- [DIRECTIONS FOR THIS TASK]: In the entries below, find every line holding the string "switch" and collect it.

Source data:
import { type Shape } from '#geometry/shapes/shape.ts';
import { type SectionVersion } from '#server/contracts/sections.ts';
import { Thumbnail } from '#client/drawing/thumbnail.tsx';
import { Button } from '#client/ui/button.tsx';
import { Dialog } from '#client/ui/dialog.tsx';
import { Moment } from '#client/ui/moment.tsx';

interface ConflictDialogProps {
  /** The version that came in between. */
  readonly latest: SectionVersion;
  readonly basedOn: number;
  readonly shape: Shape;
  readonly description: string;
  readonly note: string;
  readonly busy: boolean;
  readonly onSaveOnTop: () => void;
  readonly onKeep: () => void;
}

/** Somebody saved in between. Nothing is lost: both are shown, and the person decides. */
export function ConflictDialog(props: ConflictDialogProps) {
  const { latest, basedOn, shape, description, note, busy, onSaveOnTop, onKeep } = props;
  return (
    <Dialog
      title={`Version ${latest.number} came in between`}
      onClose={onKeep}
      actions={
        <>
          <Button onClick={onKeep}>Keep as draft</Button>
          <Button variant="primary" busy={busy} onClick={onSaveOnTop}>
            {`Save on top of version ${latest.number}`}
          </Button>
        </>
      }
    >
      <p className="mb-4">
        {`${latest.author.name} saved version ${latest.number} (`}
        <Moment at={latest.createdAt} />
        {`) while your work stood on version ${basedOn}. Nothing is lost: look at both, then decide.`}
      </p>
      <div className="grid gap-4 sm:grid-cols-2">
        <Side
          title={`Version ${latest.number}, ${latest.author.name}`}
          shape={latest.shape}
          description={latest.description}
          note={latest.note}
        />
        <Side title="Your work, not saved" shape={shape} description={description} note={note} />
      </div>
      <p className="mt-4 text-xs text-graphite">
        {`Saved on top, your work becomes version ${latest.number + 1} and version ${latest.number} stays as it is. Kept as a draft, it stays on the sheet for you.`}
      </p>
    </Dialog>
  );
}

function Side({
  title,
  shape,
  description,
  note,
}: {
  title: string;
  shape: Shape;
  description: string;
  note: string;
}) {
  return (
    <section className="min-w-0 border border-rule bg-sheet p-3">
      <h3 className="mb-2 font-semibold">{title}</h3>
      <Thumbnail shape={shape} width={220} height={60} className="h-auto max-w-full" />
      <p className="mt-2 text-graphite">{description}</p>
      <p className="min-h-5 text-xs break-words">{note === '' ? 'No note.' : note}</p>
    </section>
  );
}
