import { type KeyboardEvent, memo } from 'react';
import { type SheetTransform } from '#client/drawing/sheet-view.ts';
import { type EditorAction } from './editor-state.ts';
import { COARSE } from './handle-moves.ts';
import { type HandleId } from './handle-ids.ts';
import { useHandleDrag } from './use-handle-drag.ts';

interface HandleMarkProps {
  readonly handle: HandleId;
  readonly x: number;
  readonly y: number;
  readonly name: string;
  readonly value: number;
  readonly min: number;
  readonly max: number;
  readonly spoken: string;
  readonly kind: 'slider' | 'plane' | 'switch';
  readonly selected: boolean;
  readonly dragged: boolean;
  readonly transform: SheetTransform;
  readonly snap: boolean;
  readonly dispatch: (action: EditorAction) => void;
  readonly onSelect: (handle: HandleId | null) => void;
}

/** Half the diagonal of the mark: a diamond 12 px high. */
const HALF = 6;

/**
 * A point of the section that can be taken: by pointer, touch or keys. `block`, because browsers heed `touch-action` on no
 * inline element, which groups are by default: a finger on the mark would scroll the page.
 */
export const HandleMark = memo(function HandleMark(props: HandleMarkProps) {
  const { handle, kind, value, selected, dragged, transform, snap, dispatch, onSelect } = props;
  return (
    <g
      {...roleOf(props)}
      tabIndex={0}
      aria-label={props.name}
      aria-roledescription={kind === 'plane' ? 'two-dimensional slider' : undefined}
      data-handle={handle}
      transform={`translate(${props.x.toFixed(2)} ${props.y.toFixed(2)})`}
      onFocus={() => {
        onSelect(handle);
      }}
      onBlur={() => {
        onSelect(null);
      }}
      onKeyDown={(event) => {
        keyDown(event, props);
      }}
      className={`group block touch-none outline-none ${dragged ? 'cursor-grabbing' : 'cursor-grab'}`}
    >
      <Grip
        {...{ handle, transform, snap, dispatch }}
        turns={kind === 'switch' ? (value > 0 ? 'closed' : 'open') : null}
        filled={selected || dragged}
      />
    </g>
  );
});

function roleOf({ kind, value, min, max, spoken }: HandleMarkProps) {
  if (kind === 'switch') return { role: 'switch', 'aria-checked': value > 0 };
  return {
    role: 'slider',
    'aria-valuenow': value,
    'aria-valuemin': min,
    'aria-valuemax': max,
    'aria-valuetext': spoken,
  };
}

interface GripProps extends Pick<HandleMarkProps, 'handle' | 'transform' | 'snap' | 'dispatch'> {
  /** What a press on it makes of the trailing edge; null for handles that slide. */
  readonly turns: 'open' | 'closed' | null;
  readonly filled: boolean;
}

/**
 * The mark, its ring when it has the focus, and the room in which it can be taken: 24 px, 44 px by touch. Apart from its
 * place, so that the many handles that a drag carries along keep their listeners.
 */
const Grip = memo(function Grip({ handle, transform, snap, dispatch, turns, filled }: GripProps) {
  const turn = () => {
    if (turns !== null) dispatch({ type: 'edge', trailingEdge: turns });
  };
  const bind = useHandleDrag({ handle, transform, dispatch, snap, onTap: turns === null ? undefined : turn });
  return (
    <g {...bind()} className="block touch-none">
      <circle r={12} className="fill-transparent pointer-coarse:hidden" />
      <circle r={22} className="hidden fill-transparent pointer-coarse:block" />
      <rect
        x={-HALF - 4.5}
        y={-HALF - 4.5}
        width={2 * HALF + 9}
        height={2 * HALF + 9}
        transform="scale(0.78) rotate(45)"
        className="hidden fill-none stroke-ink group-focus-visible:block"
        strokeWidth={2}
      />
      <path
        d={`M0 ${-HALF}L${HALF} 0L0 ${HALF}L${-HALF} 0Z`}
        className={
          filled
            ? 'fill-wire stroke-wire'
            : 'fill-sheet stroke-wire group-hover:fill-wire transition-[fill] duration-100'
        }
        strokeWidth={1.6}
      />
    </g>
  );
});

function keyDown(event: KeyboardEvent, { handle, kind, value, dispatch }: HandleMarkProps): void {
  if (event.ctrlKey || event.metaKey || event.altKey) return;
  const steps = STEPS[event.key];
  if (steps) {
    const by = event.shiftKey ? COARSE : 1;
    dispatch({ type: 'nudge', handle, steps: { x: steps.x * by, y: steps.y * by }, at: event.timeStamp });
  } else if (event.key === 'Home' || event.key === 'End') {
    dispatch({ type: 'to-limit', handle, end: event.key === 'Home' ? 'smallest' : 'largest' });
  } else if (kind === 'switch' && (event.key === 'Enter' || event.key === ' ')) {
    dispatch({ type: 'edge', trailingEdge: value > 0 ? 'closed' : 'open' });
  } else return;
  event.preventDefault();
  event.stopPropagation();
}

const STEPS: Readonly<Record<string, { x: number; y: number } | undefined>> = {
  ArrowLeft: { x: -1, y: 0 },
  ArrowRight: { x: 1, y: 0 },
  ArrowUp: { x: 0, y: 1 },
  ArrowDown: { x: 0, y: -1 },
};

...

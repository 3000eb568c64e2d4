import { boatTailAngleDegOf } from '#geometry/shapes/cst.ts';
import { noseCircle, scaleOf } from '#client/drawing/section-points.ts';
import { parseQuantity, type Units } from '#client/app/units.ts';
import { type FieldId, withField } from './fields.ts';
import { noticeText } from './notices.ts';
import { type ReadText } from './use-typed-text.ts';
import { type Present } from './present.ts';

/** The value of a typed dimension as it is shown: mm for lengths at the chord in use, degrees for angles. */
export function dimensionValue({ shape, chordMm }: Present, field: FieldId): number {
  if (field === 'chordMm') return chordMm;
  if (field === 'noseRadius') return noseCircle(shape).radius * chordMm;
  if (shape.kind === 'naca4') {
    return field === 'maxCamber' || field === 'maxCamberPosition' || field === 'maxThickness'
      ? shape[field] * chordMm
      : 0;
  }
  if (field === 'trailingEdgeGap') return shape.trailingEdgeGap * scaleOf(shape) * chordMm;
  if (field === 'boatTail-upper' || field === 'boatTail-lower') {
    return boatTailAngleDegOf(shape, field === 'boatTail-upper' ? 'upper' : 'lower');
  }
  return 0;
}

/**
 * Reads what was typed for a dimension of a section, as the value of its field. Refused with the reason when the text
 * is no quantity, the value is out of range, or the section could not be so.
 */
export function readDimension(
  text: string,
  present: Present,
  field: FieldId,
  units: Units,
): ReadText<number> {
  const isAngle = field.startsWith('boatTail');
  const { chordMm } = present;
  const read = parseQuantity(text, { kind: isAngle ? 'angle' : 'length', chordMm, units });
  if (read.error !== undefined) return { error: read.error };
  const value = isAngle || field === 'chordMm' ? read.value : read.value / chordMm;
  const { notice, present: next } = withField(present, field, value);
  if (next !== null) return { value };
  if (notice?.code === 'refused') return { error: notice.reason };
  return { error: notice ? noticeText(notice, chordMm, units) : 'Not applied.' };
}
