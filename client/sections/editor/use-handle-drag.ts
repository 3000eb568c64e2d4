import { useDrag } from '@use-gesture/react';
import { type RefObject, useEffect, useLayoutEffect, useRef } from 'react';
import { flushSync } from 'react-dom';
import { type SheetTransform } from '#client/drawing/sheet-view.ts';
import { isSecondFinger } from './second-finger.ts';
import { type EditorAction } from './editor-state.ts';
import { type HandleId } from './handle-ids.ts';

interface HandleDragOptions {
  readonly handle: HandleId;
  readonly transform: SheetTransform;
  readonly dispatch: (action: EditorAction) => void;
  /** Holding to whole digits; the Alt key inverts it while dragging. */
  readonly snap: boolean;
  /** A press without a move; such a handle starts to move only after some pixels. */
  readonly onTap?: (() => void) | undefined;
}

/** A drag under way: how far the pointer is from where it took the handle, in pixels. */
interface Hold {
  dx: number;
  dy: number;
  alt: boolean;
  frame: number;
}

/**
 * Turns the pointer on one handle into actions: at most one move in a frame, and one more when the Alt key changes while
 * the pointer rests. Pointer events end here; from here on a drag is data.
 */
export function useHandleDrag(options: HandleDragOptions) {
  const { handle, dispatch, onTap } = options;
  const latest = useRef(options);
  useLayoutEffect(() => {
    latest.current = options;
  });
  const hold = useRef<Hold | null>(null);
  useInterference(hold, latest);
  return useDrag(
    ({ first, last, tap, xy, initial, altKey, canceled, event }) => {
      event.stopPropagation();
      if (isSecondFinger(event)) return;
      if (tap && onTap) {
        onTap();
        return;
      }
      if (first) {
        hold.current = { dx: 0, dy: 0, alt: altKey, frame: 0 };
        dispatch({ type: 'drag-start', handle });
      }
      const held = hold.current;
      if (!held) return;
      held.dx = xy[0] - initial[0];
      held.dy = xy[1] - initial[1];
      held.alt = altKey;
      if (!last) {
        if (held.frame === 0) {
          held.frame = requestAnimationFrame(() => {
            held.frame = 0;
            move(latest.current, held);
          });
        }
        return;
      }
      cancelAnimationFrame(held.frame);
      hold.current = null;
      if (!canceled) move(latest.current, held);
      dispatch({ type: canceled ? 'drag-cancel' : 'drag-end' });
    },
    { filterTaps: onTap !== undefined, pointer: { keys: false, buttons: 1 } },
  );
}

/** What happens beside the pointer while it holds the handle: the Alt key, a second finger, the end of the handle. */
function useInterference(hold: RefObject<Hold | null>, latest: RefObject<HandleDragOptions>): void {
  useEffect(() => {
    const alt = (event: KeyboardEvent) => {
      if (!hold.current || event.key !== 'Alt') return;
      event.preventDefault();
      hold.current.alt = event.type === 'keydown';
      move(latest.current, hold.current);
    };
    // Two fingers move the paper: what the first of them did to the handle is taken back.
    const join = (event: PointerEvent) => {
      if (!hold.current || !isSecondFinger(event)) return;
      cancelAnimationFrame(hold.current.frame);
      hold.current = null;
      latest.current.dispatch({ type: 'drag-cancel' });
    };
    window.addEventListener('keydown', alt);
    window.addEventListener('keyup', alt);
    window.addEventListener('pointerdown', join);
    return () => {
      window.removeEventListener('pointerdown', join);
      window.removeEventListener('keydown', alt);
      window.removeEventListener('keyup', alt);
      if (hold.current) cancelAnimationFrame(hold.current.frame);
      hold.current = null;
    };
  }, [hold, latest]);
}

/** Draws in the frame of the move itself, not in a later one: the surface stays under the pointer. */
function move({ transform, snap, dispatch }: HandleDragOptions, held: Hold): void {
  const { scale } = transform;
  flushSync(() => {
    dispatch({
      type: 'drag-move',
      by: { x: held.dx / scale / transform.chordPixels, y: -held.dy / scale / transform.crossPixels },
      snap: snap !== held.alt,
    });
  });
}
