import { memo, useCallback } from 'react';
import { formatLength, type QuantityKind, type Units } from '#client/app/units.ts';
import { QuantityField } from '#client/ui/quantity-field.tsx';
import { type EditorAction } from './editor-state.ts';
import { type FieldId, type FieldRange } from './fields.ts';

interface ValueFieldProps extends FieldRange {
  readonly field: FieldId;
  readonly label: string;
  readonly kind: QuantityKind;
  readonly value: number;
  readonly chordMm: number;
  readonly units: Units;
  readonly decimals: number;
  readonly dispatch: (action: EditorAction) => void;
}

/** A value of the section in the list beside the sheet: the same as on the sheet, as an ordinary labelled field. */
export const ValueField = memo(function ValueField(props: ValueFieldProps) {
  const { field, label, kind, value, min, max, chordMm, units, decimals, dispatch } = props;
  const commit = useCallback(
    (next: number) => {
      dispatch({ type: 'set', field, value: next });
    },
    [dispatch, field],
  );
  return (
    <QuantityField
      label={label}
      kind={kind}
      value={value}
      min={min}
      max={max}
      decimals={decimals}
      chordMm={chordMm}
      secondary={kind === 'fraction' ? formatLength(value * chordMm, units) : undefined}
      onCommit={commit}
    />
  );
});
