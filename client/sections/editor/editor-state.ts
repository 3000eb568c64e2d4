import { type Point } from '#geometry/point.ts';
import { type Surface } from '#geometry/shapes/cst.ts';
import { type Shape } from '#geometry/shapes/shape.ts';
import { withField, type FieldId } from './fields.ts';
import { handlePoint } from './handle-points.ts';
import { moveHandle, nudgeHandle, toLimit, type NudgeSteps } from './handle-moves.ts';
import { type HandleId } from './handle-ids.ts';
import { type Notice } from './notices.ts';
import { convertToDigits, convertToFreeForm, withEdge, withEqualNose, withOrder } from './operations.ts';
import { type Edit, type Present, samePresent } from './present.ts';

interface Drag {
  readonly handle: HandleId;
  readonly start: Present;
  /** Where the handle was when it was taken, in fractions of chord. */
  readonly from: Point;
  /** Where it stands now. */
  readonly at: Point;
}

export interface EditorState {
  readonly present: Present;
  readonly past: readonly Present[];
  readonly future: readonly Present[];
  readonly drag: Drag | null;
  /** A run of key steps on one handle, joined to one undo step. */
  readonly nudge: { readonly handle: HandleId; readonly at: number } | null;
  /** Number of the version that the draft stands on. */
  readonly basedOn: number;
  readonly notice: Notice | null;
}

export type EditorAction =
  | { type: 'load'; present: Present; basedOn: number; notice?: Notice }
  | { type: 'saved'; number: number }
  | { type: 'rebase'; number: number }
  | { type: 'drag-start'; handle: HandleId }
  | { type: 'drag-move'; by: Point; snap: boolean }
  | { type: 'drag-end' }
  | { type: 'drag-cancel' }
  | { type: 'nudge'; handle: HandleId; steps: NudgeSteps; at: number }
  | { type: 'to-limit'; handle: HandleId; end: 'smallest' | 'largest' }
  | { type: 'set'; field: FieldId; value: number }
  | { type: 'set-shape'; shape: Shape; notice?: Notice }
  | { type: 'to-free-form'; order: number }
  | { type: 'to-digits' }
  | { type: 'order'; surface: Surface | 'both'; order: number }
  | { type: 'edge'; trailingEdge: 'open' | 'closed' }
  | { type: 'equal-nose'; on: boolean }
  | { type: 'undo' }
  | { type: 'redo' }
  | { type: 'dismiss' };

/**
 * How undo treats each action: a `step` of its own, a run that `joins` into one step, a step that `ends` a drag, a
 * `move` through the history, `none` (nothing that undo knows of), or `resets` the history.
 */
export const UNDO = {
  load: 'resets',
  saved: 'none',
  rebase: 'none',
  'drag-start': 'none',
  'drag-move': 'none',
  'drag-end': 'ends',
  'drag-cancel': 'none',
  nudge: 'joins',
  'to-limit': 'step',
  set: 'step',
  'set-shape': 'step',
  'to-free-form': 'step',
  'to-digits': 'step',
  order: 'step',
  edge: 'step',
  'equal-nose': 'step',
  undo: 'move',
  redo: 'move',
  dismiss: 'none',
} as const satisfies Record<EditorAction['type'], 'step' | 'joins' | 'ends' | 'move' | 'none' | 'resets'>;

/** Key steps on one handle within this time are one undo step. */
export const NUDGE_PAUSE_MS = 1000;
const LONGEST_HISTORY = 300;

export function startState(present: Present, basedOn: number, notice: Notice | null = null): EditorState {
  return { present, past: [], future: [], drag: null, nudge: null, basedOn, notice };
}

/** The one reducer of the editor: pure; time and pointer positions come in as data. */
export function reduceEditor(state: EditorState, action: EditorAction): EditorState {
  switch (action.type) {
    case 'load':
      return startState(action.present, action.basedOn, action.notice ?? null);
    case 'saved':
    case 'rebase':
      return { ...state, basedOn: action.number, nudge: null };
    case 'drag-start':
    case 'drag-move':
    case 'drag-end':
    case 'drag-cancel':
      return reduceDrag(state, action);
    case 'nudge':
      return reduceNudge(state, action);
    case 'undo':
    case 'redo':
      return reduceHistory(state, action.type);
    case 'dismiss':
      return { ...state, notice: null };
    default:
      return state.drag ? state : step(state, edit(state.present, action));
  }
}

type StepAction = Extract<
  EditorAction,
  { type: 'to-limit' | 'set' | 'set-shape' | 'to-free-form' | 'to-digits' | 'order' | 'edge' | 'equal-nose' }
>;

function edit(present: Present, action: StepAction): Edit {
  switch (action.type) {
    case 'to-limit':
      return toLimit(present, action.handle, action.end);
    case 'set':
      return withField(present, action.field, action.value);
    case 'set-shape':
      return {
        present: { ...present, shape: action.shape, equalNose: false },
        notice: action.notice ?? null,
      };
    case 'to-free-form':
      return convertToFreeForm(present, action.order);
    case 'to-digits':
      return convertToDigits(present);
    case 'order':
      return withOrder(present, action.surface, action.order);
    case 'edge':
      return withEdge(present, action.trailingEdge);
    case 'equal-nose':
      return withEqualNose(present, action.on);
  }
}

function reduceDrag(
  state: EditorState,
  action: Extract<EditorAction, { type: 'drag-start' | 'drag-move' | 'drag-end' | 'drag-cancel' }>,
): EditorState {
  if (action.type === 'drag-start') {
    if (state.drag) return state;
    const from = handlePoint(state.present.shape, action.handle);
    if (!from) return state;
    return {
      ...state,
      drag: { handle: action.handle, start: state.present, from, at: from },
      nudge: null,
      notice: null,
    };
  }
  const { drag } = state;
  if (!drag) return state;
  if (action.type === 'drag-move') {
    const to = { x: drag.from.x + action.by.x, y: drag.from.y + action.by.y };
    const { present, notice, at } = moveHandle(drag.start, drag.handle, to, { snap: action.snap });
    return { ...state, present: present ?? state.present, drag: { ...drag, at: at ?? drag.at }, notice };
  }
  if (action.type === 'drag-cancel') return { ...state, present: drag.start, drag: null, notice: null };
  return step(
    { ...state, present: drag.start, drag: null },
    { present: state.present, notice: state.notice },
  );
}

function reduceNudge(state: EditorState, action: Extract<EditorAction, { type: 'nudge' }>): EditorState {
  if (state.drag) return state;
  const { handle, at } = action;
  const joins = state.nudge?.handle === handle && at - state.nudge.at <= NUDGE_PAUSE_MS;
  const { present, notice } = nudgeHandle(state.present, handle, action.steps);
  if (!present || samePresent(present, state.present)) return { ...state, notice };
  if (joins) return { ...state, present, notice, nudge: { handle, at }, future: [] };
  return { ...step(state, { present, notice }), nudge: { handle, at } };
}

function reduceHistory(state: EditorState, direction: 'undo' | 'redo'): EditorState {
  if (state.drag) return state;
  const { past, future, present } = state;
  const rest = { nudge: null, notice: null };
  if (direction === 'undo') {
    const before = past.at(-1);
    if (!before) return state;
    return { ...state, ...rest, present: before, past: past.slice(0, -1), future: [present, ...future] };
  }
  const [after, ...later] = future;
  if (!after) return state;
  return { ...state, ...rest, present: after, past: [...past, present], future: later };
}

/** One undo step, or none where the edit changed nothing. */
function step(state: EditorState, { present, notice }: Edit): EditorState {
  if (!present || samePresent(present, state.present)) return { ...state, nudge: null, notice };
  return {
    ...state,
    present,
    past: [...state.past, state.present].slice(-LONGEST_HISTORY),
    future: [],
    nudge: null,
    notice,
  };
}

* * *

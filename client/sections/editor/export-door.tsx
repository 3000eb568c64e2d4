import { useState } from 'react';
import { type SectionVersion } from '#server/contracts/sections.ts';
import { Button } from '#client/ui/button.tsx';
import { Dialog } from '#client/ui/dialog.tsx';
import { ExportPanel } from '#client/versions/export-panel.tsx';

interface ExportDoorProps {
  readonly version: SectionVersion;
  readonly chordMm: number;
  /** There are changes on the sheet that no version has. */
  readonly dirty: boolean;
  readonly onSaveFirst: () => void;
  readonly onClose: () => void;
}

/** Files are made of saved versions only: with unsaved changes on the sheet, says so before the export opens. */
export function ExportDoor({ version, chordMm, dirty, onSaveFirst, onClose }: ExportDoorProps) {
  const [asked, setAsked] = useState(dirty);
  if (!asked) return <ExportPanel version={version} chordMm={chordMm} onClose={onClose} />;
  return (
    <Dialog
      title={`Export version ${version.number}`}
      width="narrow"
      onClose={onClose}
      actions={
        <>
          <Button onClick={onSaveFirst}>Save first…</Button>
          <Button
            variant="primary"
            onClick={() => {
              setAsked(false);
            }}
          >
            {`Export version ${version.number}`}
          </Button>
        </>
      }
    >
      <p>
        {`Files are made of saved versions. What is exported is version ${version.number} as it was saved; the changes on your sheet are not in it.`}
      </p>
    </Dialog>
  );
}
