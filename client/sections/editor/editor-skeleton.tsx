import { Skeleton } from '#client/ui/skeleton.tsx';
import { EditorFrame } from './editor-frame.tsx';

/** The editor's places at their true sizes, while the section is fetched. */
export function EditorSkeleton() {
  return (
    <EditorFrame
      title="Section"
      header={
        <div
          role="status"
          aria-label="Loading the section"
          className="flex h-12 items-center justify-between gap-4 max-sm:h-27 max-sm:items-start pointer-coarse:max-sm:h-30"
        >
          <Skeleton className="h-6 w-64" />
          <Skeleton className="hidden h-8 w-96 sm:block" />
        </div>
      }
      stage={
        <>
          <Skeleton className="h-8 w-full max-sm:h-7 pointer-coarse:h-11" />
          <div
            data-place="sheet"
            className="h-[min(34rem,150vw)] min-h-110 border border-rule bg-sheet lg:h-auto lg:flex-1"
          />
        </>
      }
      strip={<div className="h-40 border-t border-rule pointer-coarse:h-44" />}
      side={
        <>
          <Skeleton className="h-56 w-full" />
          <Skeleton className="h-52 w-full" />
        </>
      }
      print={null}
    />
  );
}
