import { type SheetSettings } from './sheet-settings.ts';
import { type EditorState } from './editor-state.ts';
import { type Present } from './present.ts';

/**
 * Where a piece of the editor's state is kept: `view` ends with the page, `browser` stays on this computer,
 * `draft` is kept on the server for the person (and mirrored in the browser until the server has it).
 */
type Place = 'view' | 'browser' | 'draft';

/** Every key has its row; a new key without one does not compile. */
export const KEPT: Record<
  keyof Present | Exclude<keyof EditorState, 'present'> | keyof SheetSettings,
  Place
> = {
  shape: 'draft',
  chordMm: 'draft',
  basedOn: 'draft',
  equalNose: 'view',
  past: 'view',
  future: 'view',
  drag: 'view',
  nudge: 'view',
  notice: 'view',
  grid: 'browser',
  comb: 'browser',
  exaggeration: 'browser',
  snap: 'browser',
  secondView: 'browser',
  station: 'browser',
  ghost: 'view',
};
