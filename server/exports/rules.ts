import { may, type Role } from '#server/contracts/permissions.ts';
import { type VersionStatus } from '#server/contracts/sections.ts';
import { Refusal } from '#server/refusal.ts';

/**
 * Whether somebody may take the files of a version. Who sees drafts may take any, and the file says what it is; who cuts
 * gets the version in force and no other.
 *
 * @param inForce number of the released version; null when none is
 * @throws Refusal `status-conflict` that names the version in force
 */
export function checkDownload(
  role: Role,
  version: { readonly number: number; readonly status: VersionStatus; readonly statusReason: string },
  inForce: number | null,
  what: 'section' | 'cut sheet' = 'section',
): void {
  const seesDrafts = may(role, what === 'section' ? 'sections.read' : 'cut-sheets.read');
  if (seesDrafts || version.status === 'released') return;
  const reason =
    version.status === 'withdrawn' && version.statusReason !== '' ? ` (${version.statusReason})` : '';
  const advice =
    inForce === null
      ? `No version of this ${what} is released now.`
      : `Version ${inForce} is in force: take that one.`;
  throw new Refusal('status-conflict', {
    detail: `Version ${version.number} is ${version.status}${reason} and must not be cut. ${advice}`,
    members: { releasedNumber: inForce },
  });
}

- [ANSWER TO THIS PROBLEM]:
  readonly kind: 'slider' | 'plane' | 'switch';
        turns={kind === 'switch' ? (value > 0 ? 'closed' : 'open') : null}
  if (kind === 'switch') return { role: 'switch', 'aria-checked': value > 0 };
  } else if (kind === 'switch' && (event.key === 'Enter' || event.key === ' ')) {
  switch (action.type) {
  switch (action.type) {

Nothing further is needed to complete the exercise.